Historically, for every trade covered in the survey, shortages were more widespread in 2015 than in 2014. One way to see this is to look at the labor shortage percentage averaged across all nine trades that NAHB surveys have covered in a consistent way since 1996. This average skyrocketed from a low of 21 percent in 2012 to 46 percent in 2014, before increasing even further to 52 percent in 2015.

nine_trade_history_chart_3

The nine consistently covered trades are carpenters-rough, carpenters-finished, electricians, excavators, framing crews, roofers, plumbers, bricklayers/masons and painters.  The history for each is available in the full report.  The survey’s current list of 12 trades was recommended by Home Builders Institute, NAHB’s workforce development arm.

The incidence of shortages is surprisingly high given the rate of new home construction, which has only partially recovered from its 2008 downturn. In fact, the nine-trade shortage is now substantially higher than it was at the peak of the 2004-2005 boom, when annual starts were averaging around 2 million, compared to current rates of about 1 million. The last time builder-reported labor shortages were as widespread as now was just before 2001—during a prolonged period of strong GDP growth with overall unemployment as low as 4.0 percent.

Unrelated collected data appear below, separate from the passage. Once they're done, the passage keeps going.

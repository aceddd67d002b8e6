import type { GridWindow } from '../../../shared/science/grid'
import { readExactly } from './bytes'
import { type Samples, type SampleLayout, samplesOf } from './tiff-samples'
import { numberIn, numbersIn, type TiffDirectory, tags } from './tiff-directory'
import { unpackBlock } from './tiff-unpack'

const mostKeptBytes = 32 * 1024 * 1024

/** One image of a TIFF file, read block by block; the blocks used last are kept. */
export interface TiffRaster {
  /** The numbers of one sample in a window, as they are stored. */
  read(sample: number, window: GridWindow): Float64Array
  /** Blocks that were read and unpacked so far. */
  readonly blocksRead: number
}

/**
 * `absent` stands for the cells of blocks that the writer left out: GDAL's way to store a block without any data.
 * Errors of unpacking are thrown as they come.
 */
export function tiffRaster(
  descriptor: number,
  directory: TiffDirectory,
  littleEndian: boolean,
  absent: number,
): TiffRaster {
  const layout = layoutOf(directory, littleEndian)
  const kept = new Map<number, Samples | null>()
  let blocksRead = 0

  const blockAt = (index: number): Samples | null => {
    const known = kept.get(index)
    if (known !== undefined) {
      kept.delete(index)
      kept.set(index, known)
      return known
    }
    const samples = readBlock(descriptor, layout, index)
    blocksRead++
    kept.set(index, samples)
    const most = Math.max(layout.acrossBlocks, Math.floor(mostKeptBytes / layout.wholeBytes))
    for (const oldest of kept.keys()) {
      if (kept.size <= most) break
      kept.delete(oldest)
    }
    return samples
  }

  return {
    get blocksRead() {
      return blocksRead
    },
    read(sample, window) {
      const values = new Float64Array(window.rows * window.columns)
      const { width, height } = layout.block
      const [firstRow, lastRow] = [Math.floor(window.row / height), Math.floor((window.row + window.rows - 1) / height)]
      const [firstColumn, lastColumn] = [
        Math.floor(window.column / width), Math.floor((window.column + window.columns - 1) / width),
      ]
      for (let r = firstRow; r <= lastRow; r++) {
        for (let c = firstColumn; c <= lastColumn; c++) {
          const plane = layout.separate ? sample * layout.blocksPerPlane : 0
          copyBlock(values, window, blockAt(plane + r * layout.acrossBlocks + c), layout, sample, r, c, absent)
        }
      }
      return values
    },
  }
}

interface Layout {
  compression: number
  offsets: number[]
  byteCounts: number[]
  block: SampleLayout
  imageHeight: number
  tiled: boolean
  separate: boolean
  acrossBlocks: number
  blocksPerPlane: number
  wholeBytes: number
}

function layoutOf(directory: TiffDirectory, littleEndian: boolean): Layout {
  const tiled = directory.has(tags.tileOffsets)
  const [width, height] = [numberIn(directory, tags.width, 0), numberIn(directory, tags.height, 0)]
  const separate = numberIn(directory, tags.planar, 1) === 2
  const block: SampleLayout = {
    width: tiled ? numberIn(directory, tags.tileWidth, 0) : width,
    height: tiled ? numberIn(directory, tags.tileHeight, 0) : Math.min(height, numberIn(directory, tags.rowsPerStrip, height)),
    perCell: separate ? 1 : numberIn(directory, tags.samples, 1),
    bits: numberIn(directory, tags.bits, 1),
    format: sampleFormatOf(directory),
    predictor: numberIn(directory, tags.predictor, 1),
    littleEndian,
  }
  const acrossBlocks = Math.ceil(width / block.width)
  return {
    compression: numberIn(directory, tags.compression, 1),
    offsets: numbersIn(directory, tiled ? tags.tileOffsets : tags.stripOffsets),
    byteCounts: numbersIn(directory, tiled ? tags.tileBytes : tags.stripBytes),
    block,
    imageHeight: height,
    tiled,
    separate,
    acrossBlocks,
    blocksPerPlane: acrossBlocks * Math.ceil(height / block.height),
    wholeBytes: Math.ceil((block.width * block.perCell * block.bits) / 8) * block.height,
  }
}

/** 4 means undefined, which readers take as unsigned. */
export function sampleFormatOf(directory: TiffDirectory): number {
  const format = numberIn(directory, tags.sampleFormat, 1)
  return format === 4 ? 1 : format
}

function readBlock(descriptor: number, layout: Layout, index: number): Samples | null {
  const bytes = layout.byteCounts[index]!
  if (bytes === 0) return null
  const packed = readExactly(descriptor, layout.offsets[index]!, bytes)
  const unpacked = unpackBlock(packed, layout.compression, layout.wholeBytes)
  const samples = samplesOf(unpacked, layout.block)
  const row = Math.floor((index % layout.blocksPerPlane) / layout.acrossBlocks)
  const rows = layout.tiled ? layout.block.height : Math.min(layout.block.height, layout.imageHeight - row * layout.block.height)
  if (samples.length < rows * layout.block.width * layout.block.perCell) throw new Error(`block ${index} ends early`)
  return samples
}

function copyBlock(
  values: Float64Array,
  window: GridWindow,
  samples: Samples | null,
  { block, separate }: Layout,
  sample: number,
  blockRow: number,
  blockColumn: number,
  absent: number,
): void {
  const { width, height, perCell } = block
  const [top, left] = [blockRow * height, blockColumn * width]
  const [fromRow, toRow] = [Math.max(window.row, top), Math.min(window.row + window.rows, top + height)]
  const [from, to] = [Math.max(window.column, left), Math.min(window.column + window.columns, left + width)]
  for (let row = fromRow; row < toRow; row++) {
    const target = (row - window.row) * window.columns - window.column
    if (samples === null) {
      values.fill(absent, target + from, target + to)
      continue
    }
    const source = ((row - top) * width - left) * perCell + (separate ? 0 : sample)
    for (let column = from; column < to; column++) values[target + column] = samples[source + column * perCell]!
  }
}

The NAHB survey data can also be used to calculate a nine-trade shortage for subcontractors. In general, the labor and subcontractor averages track each other closely, but since 2013 a gap has opened, with the shortage for subcontractors running 5 to 7 percentage points higher.

labor_vs_sub_history_chart_4

Why should such a gap exist? One possibility is that, during the housing downturn, construction workers who were laid off started their own trade contracting businesses. Now, some of the old relationships may be re-forming, with owners of small businesses returning to work for larger companies, slightly improving the availability of workers directly employed by builders while making the availability of subcontracting firms slightly worse. A previous post provided some evidence that this has been occurring.

The most common effects of the shortages have been causing builders to pay higher wages/subcontractor bids (reported by 66 percent of builders) forcing them to raise home prices (61 percent) and making it difficult to complete projects on time (58 percent). Other effects of the shortages are listed in the full report.

While the shortages described in this post are quite widespread, conditions vary across the country. Not all builders in NAHB’s 2015 survey reported shortages. Some even wrote in explicit comments that they were not seeing any shortage of labor in the markets where they currently build.